> _Description of the task_
Write out all of the entries, matching the original exactly.

> _Records provided_
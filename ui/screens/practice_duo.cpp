// The Practice screen's two-voice view — see practice_duo.h.
//
//   ┌ the interval's ratio and name ─────────────── the verdict in cents, ▲/▼/● and wide / narrow / in tune ┐
//   │ the lane: ±50 cents around the interval's just target, the marker at the verdict                         │
//   │ lower voice: note, Hz, against the root · upper voice: ... · who should move, which way                   │
//   ├ the trace: both voices over 10 s, the interval's target line riding on the lower ─┬ the beat cue          │
//
// Index: [header] [lane] [voices] [trace] [beat cue] [view]
#include "ui/screens/practice_duo.h"

#include "pitch/base/error.h"
#include "pitch/measure/duo_advice.h"
#include "pitch/theory/notes.h"
#include "ui/screens/beat_view.h"
#include "ui/screens/lane.h"
#include "ui/screens/palette.h"
#include "ui/screens/screen.h"
#include "ui/screens/widgets.h"
#include "ui/session/wording.h"

#include <algorithm>
#include <cmath>
#include <cstdio>
#include <string>

namespace beatless::ui {

namespace {

constexpr double kTraceS = 10.0;
constexpr std::uint32_t kLowColour = palette::kLevelOk;  // the lower voice's line (grey: the reference)
constexpr std::uint32_t kHighColour = palette::kText;    // the upper voice's line

const char* quiet_word(DuoState s) {
    switch (s) {
        case DuoState::silent: return "silent";
        case DuoState::one_series: return "one pitch";
        case DuoState::uncertain: return "unsure";
        default: return "";
    }
}

pitch::Reading target_of(const pitch::TwoVoiceFrame& f) {
    pitch::Reading r;
    r.target_index = f.target_index;
    r.target_octaves = f.target_octaves;
    return r;
}

std::string beat_text(double hz) {
    char buf[32];
    std::snprintf(buf, sizeof buf, hz < 9.95 ? "%.1f Hz" : "%.0f Hz", hz < 9.95 ? std::round(hz * 10.0) / 10.0 : hz);
    return buf;
}

// ---------------------------------------------------------------------------
// [SECTION] Header
// ---------------------------------------------------------------------------

void header(AppState& app, ImDrawList* dl, float x0, float y0, float w, float h) {
    const float u = ui_unit();
    const DuoVerdict& v = app.duo();
    const bool known = v.known(), live = v.current();
    std::string ratio = known ? app.target_ratio_text(target_of(v.pair)) : std::string("\xE2\x80\x93");
    std::string name = known ? app.target_name_text(target_of(v.pair)) : std::string("two voices");
    if (ratio.empty()) ratio = "\xE2\x80\x93";
    const float large = font_px(FontFace::large), medium = font_px(FontFace::medium);
    const float ty = y0 + std::round(0.5f * (h - large));
    draw_text(dl, FontFace::large, ImVec2(x0, ty), live ? palette::kText : palette::kTextDim, ratio);
    const float nx = x0 + text_size(FontFace::large, ratio).x + std::round(0.9f * u);
    const float ny = ty + std::round(0.08f * large);
    draw_text(dl, FontFace::medium, ImVec2(nx, ny), live ? palette::kText : palette::kTextDim,
              name.empty() ? std::string("interval") : name);
    draw_text(dl, FontFace::body, ImVec2(nx, ny + medium + std::round(0.25f * u)), palette::kTextDim,
              "the interval between two voices, nearest in " + app.targets().title + "  (V: one voice)");
    const float right = x0 + w;
    if (!known) {
        const std::string idle = !app.engine_running()             ? "no input"
                                 : v.state == DuoState::one_series ? "one pitch"
                                                                   : "listening\xE2\x80\xA6";
        draw_text(dl, FontFace::medium, ImVec2(right - text_size(FontFace::medium, idle).x, y0 + 0.5f * (h - medium)),
                  palette::kTextDim, idle);
        return;
    }
    const Tuning t = tuning_of(v.pair.dev_cents, app.settings().in_tune_cents);
    const std::string word =
        live ? std::string(interval_word(v.pair.dev_cents, app.settings().in_tune_cents)) : quiet_word(v.state);
    const std::string num = (live ? "" : "last ") + signed_text(v.pair.dev_cents, 0);
    draw_verdict_readout(dl, right, ty, ny, t, live, word, num, live ? "cents, the interval" : "cents");
}

// ---------------------------------------------------------------------------
// [SECTION] Lane: the interval's deviation, the one marker
// ---------------------------------------------------------------------------

}  // namespace

void draw_duo_lane(AppState& app, ImDrawList* dl, float x0, float y0, float w, float band_h, const DuoLook& look) {
    LaneView lv;
    lv.in_tune_cents = look.in_tune_cents;
    lv.low_word = "narrow";
    lv.high_word = "wide";
    draw_lane(dl, x0, y0, w, band_h, lv);
    const DuoVerdict& v = app.duo();
    if (!v.known() || !look.show_verdict) return;
    const float u = ui_unit();
    const double dev = std::clamp(v.pair.dev_cents, -kLaneHalfCents, kLaneHalfCents);
    const float x = std::round(x0 + 0.5f * w + static_cast<float>(dev) * w / static_cast<float>(2.0 * kLaneHalfCents));
    const Tuning t = tuning_of(v.pair.dev_cents, look.in_tune_cents);
    const std::uint32_t col = v.current() ? tuning_colour(t) : palette::kTextDim;
    const float mid = std::round(y0 + 0.5f * band_h), r = std::round(0.32f * band_h);
    dl->AddRectFilled(ImVec2(x - 2, y0 - std::round(0.6f * u)), ImVec2(x + 2, y0 + band_h), col);
    if (v.current()) {
        draw_tuning_shape(dl, t, ImVec2(x, mid), r, col);
    } else {
        dl->AddCircle(ImVec2(x, mid), r, col, 24, 2.0f);
        draw_text_centred(dl, FontFace::body, x, y0 - std::round(1.6f * u), palette::kTextDim, "last");
    }
}

// ---------------------------------------------------------------------------
// [SECTION] Voices: both pitches (secondary) and who should move
// ---------------------------------------------------------------------------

> _Task response_
filename ui/screens/practice_duo.cpp
// The Practice screen's two-voice view — see practice_duo.h.
//
//   ┌ the interval's ratio and name ─────────────── the verdict in cents, ▲/▼/● and wide / narrow / in tune ┐
//   │ the lane: ±50 cents around the interval's just target, the marker at the verdict                         │
//   │ lower voice: note, Hz, against the root · upper voice: ... · who should move, which way                   │
//   ├ the trace: both voices over 10 s, the interval's target line riding on the lower ─┬ the beat cue          │
//
// Index: [header] [lane] [voices] [trace] [beat cue] [view]
#include "ui/screens/practice_duo.h"

#include "pitch/base/error.h"
#include "pitch/measure/duo_advice.h"
#include "pitch/theory/notes.h"
#include "ui/screens/beat_view.h"
#include "ui/screens/lane.h"
#include "ui/screens/palette.h"
#include "ui/screens/screen.h"
#include "ui/screens/widgets.h"
#include "ui/session/wording.h"

#include <algorithm>
#include <cmath>
#include <cstdio>
#include <string>

namespace beatless::ui {

namespace {

constexpr double kTraceS = 10.0;
constexpr std::uint32_t kLowColour = palette::kLevelOk;  // the lower voice's line (grey: the reference)
constexpr std::uint32_t kHighColour = palette::kText;    // the upper voice's line

const char* quiet_word(DuoState s) {
    switch (s) {
        case DuoState::silent: return "silent";
        case DuoState::one_series: return "one pitch";
        case DuoState::uncertain: return "unsure";
        default: return "";
    }
}

pitch::Reading target_of(const pitch::TwoVoiceFrame& f) {
    pitch::Reading r;
    r.target_index = f.target_index;
    r.target_octaves = f.target_octaves;
    return r;
}

std::string beat_text(double hz) {
    char buf[32];
    std::snprintf(buf, sizeof buf, hz < 9.95 ? "%.1f Hz" : "%.0f Hz", hz < 9.95 ? std::round(hz * 10.0) / 10.0 : hz);
    return buf;
}

// ---------------------------------------------------------------------------
// [SECTION] Header
// ---------------------------------------------------------------------------

void header(AppState& app, ImDrawList* dl, float x0, float y0, float w, float h) {
    const float u = ui_unit();
    const DuoVerdict& v = app.duo();
    const bool known = v.known(), live = v.current();
    std::string ratio = known ? app.target_ratio_text(target_of(v.pair)) : std::string("\xE2\x80\x93");
    std::string name = known ? app.target_name_text(target_of(v.pair)) : std::string("two voices");
    if (ratio.empty()) ratio = "\xE2\x80\x93";
    const float large = font_px(FontFace::large), medium = font_px(FontFace::medium);
    const float ty = y0 + std::round(0.5f * (h - large));
    draw_text(dl, FontFace::large, ImVec2(x0, ty), live ? palette::kText : palette::kTextDim, ratio);
    const float nx = x0 + text_size(FontFace::large, ratio).x + std::round(0.9f * u);
    const float ny = ty + std::round(0.08f * large);
    draw_text(dl, FontFace::medium, ImVec2(nx, ny), live ? palette::kText : palette::kTextDim,
              name.empty() ? std::string("interval") : name);
    draw_text(dl, FontFace::body, ImVec2(nx, ny + medium + std::round(0.25f * u)), palette::kTextDim,
              "the interval between two voices, nearest in " + app.targets().title + "  (V: one voice)");
    const float right = x0 + w;
    if (!known) {
        const std::string idle = !app.engine_running()             ? "no input"
                                 : v.state == DuoState::one_series ? "one pitch"
                                                                   : "listening\xE2\x80\xA6";
        draw_text(dl, FontFace::medium, ImVec2(right - text_size(FontFace::medium, idle).x, y0 + 0.5f * (h - medium)),
                  palette::kTextDim, idle);
        return;
    }
    const Tuning t = tuning_of(v.pair.dev_cents, app.settings().in_tune_cents);
    const std::string word =
        live ? std::string(interval_word(v.pair.dev_cents, app.settings().in_tune_cents)) : quiet_word(v.state);
    const std::string num = (live ? "" : "last ") + signed_text(v.pair.dev_cents, 0);
    draw_verdict_readout(dl, right, ty, ny, t, live, word, num, live ? "cents, the interval" : "cents");
}

// ---------------------------------------------------------------------------
// [SECTION] Lane: the interval's deviation, the one marker
// ---------------------------------------------------------------------------

}  // namespace

void draw_duo_lane(AppState& app, ImDrawList* dl, float x0, float y0, float w, float band_h, const DuoLook& look) {
    LaneView lv;
    lv.in_tune_cents = look.in_tune_cents;
    lv.low_word = "narrow";
    lv.high_word = "wide";
    draw_lane(dl, x0, y0, w, band_h, lv);
    const DuoVerdict& v = app.duo();
    if (!v.known() || !look.show_verdict) return;
    const float u = ui_unit();
    const double dev = std::clamp(v.pair.dev_cents, -kLaneHalfCents, kLaneHalfCents);
    const float x = std::round(x0 + 0.5f * w + static_cast<float>(dev) * w / static_cast<float>(2.0 * kLaneHalfCents));
    const Tuning t = tuning_of(v.pair.dev_cents, look.in_tune_cents);
    const std::uint32_t col = v.current() ? tuning_colour(t) : palette::kTextDim;
    const float mid = std::round(y0 + 0.5f * band_h), r = std::round(0.32f * band_h);
    dl->AddRectFilled(ImVec2(x - 2, y0 - std::round(0.6f * u)), ImVec2(x + 2, y0 + band_h), col);
    if (v.current()) {
        draw_tuning_shape(dl, t, ImVec2(x, mid), r, col);
    } else {
        dl->AddCircle(ImVec2(x, mid), r, col, 24, 2.0f);
        draw_text_centred(dl, FontFace::body, x, y0 - std::round(1.6f * u), palette::kTextDim, "last");
    }
}

// ---------------------------------------------------------------------------
// [SECTION] Voices: both pitches (secondary) and who should move
// ---------------------------------------------------------------------------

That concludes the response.